* _Exercise_:
Copy all lines in the material holding the string "sqrtm".

* _Input for this task_:
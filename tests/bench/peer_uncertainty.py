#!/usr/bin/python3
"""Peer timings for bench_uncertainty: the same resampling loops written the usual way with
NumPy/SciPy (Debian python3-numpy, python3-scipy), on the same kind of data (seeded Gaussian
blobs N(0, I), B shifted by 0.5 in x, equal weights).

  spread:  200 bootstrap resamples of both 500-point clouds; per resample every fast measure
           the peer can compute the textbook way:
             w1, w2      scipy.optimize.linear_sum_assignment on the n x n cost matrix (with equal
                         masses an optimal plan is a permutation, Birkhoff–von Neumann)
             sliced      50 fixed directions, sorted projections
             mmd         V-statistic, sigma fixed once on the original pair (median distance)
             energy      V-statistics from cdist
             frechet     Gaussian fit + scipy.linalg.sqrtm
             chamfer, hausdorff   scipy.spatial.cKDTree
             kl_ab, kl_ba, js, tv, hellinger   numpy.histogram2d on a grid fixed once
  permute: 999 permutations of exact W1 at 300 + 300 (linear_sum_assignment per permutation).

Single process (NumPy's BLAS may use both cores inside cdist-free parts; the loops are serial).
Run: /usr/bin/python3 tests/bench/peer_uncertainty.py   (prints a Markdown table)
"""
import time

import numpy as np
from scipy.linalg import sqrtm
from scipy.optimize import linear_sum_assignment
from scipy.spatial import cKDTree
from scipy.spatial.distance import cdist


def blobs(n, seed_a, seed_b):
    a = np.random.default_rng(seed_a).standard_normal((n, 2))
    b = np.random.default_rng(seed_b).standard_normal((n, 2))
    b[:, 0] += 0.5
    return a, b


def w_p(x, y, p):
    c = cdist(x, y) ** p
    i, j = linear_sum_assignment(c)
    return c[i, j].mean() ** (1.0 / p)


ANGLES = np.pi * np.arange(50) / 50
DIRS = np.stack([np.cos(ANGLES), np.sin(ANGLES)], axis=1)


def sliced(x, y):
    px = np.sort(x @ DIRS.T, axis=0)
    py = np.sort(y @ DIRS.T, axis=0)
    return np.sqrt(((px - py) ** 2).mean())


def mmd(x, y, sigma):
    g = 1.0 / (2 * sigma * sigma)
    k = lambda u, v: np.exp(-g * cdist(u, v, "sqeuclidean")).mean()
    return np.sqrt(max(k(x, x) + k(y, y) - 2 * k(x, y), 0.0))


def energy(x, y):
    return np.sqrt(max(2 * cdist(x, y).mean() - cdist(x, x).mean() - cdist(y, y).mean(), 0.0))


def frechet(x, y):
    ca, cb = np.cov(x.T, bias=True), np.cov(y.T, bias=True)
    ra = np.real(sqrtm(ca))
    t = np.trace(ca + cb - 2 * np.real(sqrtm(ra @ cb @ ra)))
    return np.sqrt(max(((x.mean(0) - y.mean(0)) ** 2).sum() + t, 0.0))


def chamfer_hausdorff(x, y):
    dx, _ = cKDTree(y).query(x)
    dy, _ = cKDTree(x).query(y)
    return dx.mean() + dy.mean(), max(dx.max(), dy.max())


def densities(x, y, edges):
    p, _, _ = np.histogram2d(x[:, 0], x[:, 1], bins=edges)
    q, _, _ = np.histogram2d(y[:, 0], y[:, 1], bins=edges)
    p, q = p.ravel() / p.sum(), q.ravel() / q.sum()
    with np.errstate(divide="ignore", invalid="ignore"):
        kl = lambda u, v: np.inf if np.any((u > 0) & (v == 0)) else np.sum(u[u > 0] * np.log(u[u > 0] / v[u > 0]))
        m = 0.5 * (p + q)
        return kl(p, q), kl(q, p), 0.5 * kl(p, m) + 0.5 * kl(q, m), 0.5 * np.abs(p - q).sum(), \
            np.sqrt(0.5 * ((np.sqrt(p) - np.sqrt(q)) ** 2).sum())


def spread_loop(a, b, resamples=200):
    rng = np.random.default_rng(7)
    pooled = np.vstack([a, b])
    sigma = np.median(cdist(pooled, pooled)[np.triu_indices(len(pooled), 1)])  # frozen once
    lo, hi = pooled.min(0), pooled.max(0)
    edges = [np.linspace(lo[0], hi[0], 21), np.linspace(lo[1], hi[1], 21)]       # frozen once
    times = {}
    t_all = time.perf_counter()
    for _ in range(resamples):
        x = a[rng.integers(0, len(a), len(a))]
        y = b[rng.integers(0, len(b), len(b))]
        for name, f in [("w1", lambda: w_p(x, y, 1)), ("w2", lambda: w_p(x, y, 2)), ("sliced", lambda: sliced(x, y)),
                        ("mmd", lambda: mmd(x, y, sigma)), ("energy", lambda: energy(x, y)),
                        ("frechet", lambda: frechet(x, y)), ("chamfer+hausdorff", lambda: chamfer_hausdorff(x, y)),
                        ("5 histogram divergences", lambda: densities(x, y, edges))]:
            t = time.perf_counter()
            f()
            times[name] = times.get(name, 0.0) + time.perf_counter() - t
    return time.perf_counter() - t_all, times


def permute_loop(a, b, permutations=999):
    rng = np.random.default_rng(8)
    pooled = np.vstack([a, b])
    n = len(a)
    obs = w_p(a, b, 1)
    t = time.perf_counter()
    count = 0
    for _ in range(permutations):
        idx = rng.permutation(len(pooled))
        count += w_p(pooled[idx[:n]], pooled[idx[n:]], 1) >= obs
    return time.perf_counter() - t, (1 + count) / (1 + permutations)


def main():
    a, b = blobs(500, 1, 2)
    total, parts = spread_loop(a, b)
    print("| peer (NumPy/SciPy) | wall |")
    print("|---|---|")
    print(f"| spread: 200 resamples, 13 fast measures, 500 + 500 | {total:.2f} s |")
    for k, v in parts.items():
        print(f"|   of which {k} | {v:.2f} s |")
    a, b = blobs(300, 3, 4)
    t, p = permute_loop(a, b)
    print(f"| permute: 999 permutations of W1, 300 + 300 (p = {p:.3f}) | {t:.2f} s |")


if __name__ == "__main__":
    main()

* _Expected answer_:
             frechet     Gaussian fit + scipy.linalg.sqrtm
from scipy.linalg import sqrtm
    ra = np.real(sqrtm(ca))
    t = np.trace(ca + cb - 2 * np.real(sqrtm(ra @ cb @ ra)))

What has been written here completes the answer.